Eddie Britt

No. 12
- Positions: Tailback, fullback

Personal information
- Born: July 19, 1912 Lexington, Massachusetts, U.S.
- Died: November 21, 1978 (aged 66) Pelham, New Hampshire, U.S.
- Listed height: 6 ft 2 in (1.88 m)
- Listed weight: 205 lb (93 kg)

Career information
- High school: Lexington (MA)
- College: Holy Cross

Career history
- Boston/Washington Redskins (1936–1937); Brooklyn Dodgers (1938);

Awards and highlights
- NFL champion (1937);
- Stats at Pro Football Reference

= Eddie Britt (American football) =

American football player (1912–1978)

Edward Joseph "Battleship" Britt (July 19, 1912 – November 21, 1978) was an American football tailback and fullback and naval officer. He played in the National Football League (NFL) for the Boston/Washington Redskins and the Brooklyn Dodgers. He played college football for the Holy Cross Crusaders. He also served as a lieutenant commander in the United States Navy.

==Early life==
Britt was born in 1912 in Lexington, Massachusetts. He attended Lexington High School and then enrolled at the College of the Holy Cross. He played at the fullback position for the Holy Cross Crusaders football team from 1931 to 1934. He was known by the nickname "Battleship", while playing for Holy Cross.

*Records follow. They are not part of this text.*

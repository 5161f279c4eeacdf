/**
 * The one-electron picture of high and low spin, as chemists use it beside the full
 * calculation: electrons in the t₂g/e_g (Td: e/t₂) sets, the ligand-field stabilisation energy
 * (LFSE), the spin pairs the low-spin arrangement adds, and the mean spin-pairing energy Π.
 *
 * Conventions (Figgis & Hitchman, Ligand Field Theory and its Applications, 2000, ch. 3; any
 * inorganic text; the barycentre rule fixes the numbers):
 * - octahedral: t₂g at −4Dq, e_g at +6Dq (10Dq = Δo);
 * - tetrahedral: e at −6Dq_t, t₂ at +4Dq_t (10Dq_t = Δt, given as a positive number).
 * The LFSE counts only the orbital energies. Pairing is counted as the pairs a state has beyond
 * those of the high-spin arrangement, so the high-spin state carries no Π term and, e.g.,
 * octahedral d⁶ low spin is −24Dq + 2Π (the form of most tables; some texts add the pairs the
 * free ion already has to both states, which leaves every difference unchanged).
 */

import { DEFAULT_GEOMETRY } from '../core/defaults.js';
import { ensure } from '../core/errors.js';
import { configurationText, type Geometry } from '../field/labels.js';

/** Orbital energies per unit Dq: the lower and upper set of each geometry. */
export const ORBITAL_ENERGY_DQ = {
  oct: { t2: -4, e: 6 },
  tet: { t2: 4, e: -6 },
} as const;

/** Orbitals in each set. */
const T2_ORBITALS = 3;
const E_ORBITALS = 2;

/** One spin arrangement of dⁿ in the one-electron picture. */
export interface OneElectronState {
  /** `high-spin` (Hund's rule over all five orbitals) or `low-spin` (the lower set filled first). */
  readonly spin: 'high-spin' | 'low-spin';
  /** Electrons in t₂ (t₂g). */
  readonly t2: number;
  /** Electrons in e (e_g). */
  readonly e: number;
  /** Plain text, e.g. `t2g^4 eg^2` (Oh) or `e^3 t2^3` (Td). */
  readonly configuration: string;
  /** Unpaired electrons. */
  readonly unpaired: number;
  /** Total spin, unpaired / 2. */
  readonly S: number;
  /** Electron pairs in the d shell. */
  readonly pairs: number;
  /** LFSE as a multiple of Dq (negative is stabilised), e.g. −24 for octahedral d⁶ low spin. */
  readonly lfseDq: number;
  /** Pairs beyond those of the high-spin arrangement: the multiple of Π in the LFSE table. */
  readonly extraPairs: number;
}

/** The spin arrangements of dⁿ in one geometry. */
export interface OneElectronStates {
  readonly n: number;
  readonly geometry: Geometry;
  readonly highSpin: OneElectronState;
  /** Absent where the lower set takes all electrons without pairing beyond Hund's rule (no choice of spin). */
  readonly lowSpin?: OneElectronState;
}

function unpairedIn(electrons: number, orbitals: number): number {
  return electrons <= orbitals ? electrons : 2 * orbitals - electrons;
}

/** An arrangement; `highSpinPairs` is the pair count of the high-spin one (its own, for high spin). */
function arrangement(
  spin: OneElectronState['spin'],
  t2: number,
  e: number,
  geometry: Geometry,
  highSpinPairs?: number,
): OneElectronState {
  const unpaired = unpairedIn(t2, T2_ORBITALS) + unpairedIn(e, E_ORBITALS);
  const pairs = (t2 + e - unpaired) / 2;
  const w = ORBITAL_ENERGY_DQ[geometry];
  return {
    spin,
    t2,
    e,
    configuration: configurationText(t2, e, geometry),
    unpaired,
    S: unpaired / 2,
    pairs,
    lfseDq: w.t2 * t2 + w.e * e,
    extraPairs: pairs - (highSpinPairs ?? pairs),
  };
}

/**
 * High- and low-spin arrangements of dⁿ with their LFSE and extra pairs: octahedral d⁴–d⁷ and
 * tetrahedral d³–d⁶ have both; every other case has one.
 * @throws InputError for n outside 1…9 or an unknown geometry.
 */
export function oneElectronStates(n: number, geometry: Geometry = DEFAULT_GEOMETRY): OneElectronStates {
  ensure(
    Number.isInteger(n) && n >= 1 && n <= 9,
    `d-electron count ${n}: expected a whole number from 1 to 9`,
  );
  ensure(geometry === 'oct' || geometry === 'tet', `geometry "${geometry}": expected oct or tet`);
  const lowerOrbitals = geometry === 'oct' ? T2_ORBITALS : E_ORBITALS;
  // High spin: one electron in each of the five orbitals first, then pairing from the lower set.
  const hsLower = n <= 5 ? Math.min(n, lowerOrbitals) : Math.min(lowerOrbitals + (n - 5), 2 * lowerOrbitals);
  // Low spin: the lower set filled completely first.
  const lsLower = Math.min(n, 2 * lowerOrbitals);
  const split = (lower: number) =>
    geometry === 'oct' ? { t2: lower, e: n - lower } : { t2: n - lower, e: lower };
  const hs = split(hsLower);
  const highSpin = arrangement('high-spin', hs.t2, hs.e, geometry);
  if (lsLower === hsLower) return { n, geometry, highSpin };
  const ls = split(lsLower);
  return { n, geometry, highSpin, lowSpin: arrangement('low-spin', ls.t2, ls.e, geometry, highSpin.pairs) };
}

/**
 * Mean spin-pairing energy Π of octahedral dⁿ (n = 4…7) in terms of Racah B and C: the
 * electron-repulsion energy of the lowest low-spin strong-field state minus that of the lowest
 * high-spin one, per extra pair — d⁴ 6B + 5C, d⁵ 7.5B + 5C, d⁶ 2.5B + 4C, d⁷ 4B + 4C (Griffith,
 * The Theory of Transition-Metal Ions, 1961; reproduced in inorganic texts such as Huheey,
 * Inorganic Chemistry; from memory). These are the strong-field limit of the full model without
 * configuration interaction (test/lfse.test.ts checks this limit with the solver). A
 * tetrahedral dⁿ is the octahedral d¹⁰⁻ⁿ with the field reversed (hole equivalence), so it takes
 * that formula.
 */
const PAIRING_COEFFICIENTS: Readonly<Record<number, { readonly B: number; readonly C: number }>> = {
  4: { B: 6, C: 5 },
  5: { B: 7.5, C: 5 },
  6: { B: 2.5, C: 4 },
  7: { B: 4, C: 4 },
};

/** Π as a multiple of B and C for dⁿ in a geometry (see {@link pairingEnergy}), or undefined without a spin choice. */
export function pairingCoefficients(
  n: number,
  geometry: Geometry = DEFAULT_GEOMETRY,
): { readonly B: number; readonly C: number } | undefined {
  return PAIRING_COEFFICIENTS[geometry === 'oct' ? n : 10 - n];
}

/**
 * The classroom estimate of the mean spin-pairing energy Π, cm⁻¹, from Racah B and C (Griffith
 * 1961; see {@link pairingCoefficients}); undefined for dⁿ with no choice of spin.
 * @throws InputError for n outside 1…9, an unknown geometry or a negative B or C.
 */
export function pairingEnergy(n: number, geometry: Geometry, B: number, C: number): number | undefined {
  ensure(Number.isFinite(B) && B >= 0, `Racah B = ${B}: expected a non-negative number of cm⁻¹`);
  ensure(Number.isFinite(C) && C >= 0, `Racah C = ${C}: expected a non-negative number of cm⁻¹`);
  oneElectronStates(n, geometry);
  const k = pairingCoefficients(n, geometry);
  return k ? k.B * B + k.C * C : undefined;
}

/**
 * The mean pairing energy Π at which the one-electron picture puts its crossover at `dq`:
 * LFSE(HS)·Dq = LFSE(LS)·Dq + p·Π, so Π = (LFSE_HS − LFSE_LS)·Dq / p. For every dⁿ with a spin
 * choice this is 10Dq, i.e. Δc = Π by definition: at the full model's crossover Dq it is the Π
 * that the full model implies. Undefined without a spin choice.
 */
export function impliedPairingEnergy(states: OneElectronStates, dq: number): number | undefined {
  const { highSpin, lowSpin } = states;
  if (!lowSpin) return undefined;
  return ((highSpin.lfseDq - lowSpin.lfseDq) * dq) / lowSpin.extraPairs;
}
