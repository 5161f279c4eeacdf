/**
 * A sample placed by a band fit: its band maxima are fitted at a held C/B, and the best
 * solution's Dq and B (with standard errors and their correlation) stand in for given ones when
 * the sample is set against the spin crossover.
 */

import { InputError } from '../core/errors.js';
import type { Geometry } from '../core/geometry.js';
import type { FreeIon } from '../core/ions.js';
import { fitBands } from '../fit/fitBands.js';
import type { FitSolution } from '../fit/fitTypes.js';
import { fitCorrelation } from '../fit/fitVerdict.js';

/** What a band fit needs to place a sample. */
export interface FittedSampleInput {
  readonly n: number;
  readonly geometry: Geometry;
  /** Band maxima, cm⁻¹, each with its standard error where known. */
  readonly bands: readonly { readonly energy: number; readonly sigma?: number }[];
  readonly ion?: FreeIon;
  /** C/B held in the fit. */
  readonly cOverB: number;
}

/** The sample as the band fit places it. */
export interface FittedSample {
  readonly B: number;
  readonly C: number;
  /** Standard error of B, where the fit gives one. */
  readonly sigmaB?: number;
  /** Dq with its standard error, where the fit gives one. */
  readonly dq: { readonly value: number; readonly sigma?: number };
  /** Correlation of Dq and B in the fit. */
  readonly correlation?: number;
  /** The best solution. */
  readonly solution: FitSolution;
  /** Other assignments that fit nearly as well. */
  readonly alternatives: number;
}

/**
 * Fits the bands at the given C/B and returns the best solution's B, C and Dq with their errors.
 * @throws InputError when no assignment of the bands fits dⁿ.
 */
export function fittedSample(input: FittedSampleInput): FittedSample {
  const result = fitBands({
    n: input.n,
    geometry: input.geometry,
    bands: input.bands,
    ...(input.ion ? { freeIon: input.ion } : {}),
    cOverB: input.cOverB,
  });
  const best = result.solutions[0];
  if (!best) throw new InputError(`no assignment of these bands fits d${input.n}`);
  const correlation = fitCorrelation(best, 'dq', 'B');
  return {
    B: best.B,
    C: best.C,
    ...(best.errors.B !== null ? { sigmaB: best.errors.B } : {}),
    dq: { value: best.dq, ...(best.errors.dq !== null ? { sigma: best.errors.dq } : {}) },
    ...(correlation !== undefined ? { correlation } : {}),
    solution: best,
    alternatives: result.solutions.length - 1,
  };
}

==Professional football career==
Britt played professional football for the Boston/Washington Redskins in 1936 and 1937. In 1936, he ranked eighth in the NFL with 294 passing yards.

==Later life==
Britt later attended the United States Military Academy. During World War II, he served in the Navy in the South Pacific. After the war, he taught at Dartmouth College. He died in November 1978 at age 66 at Massachusetts General Hospital in Boston.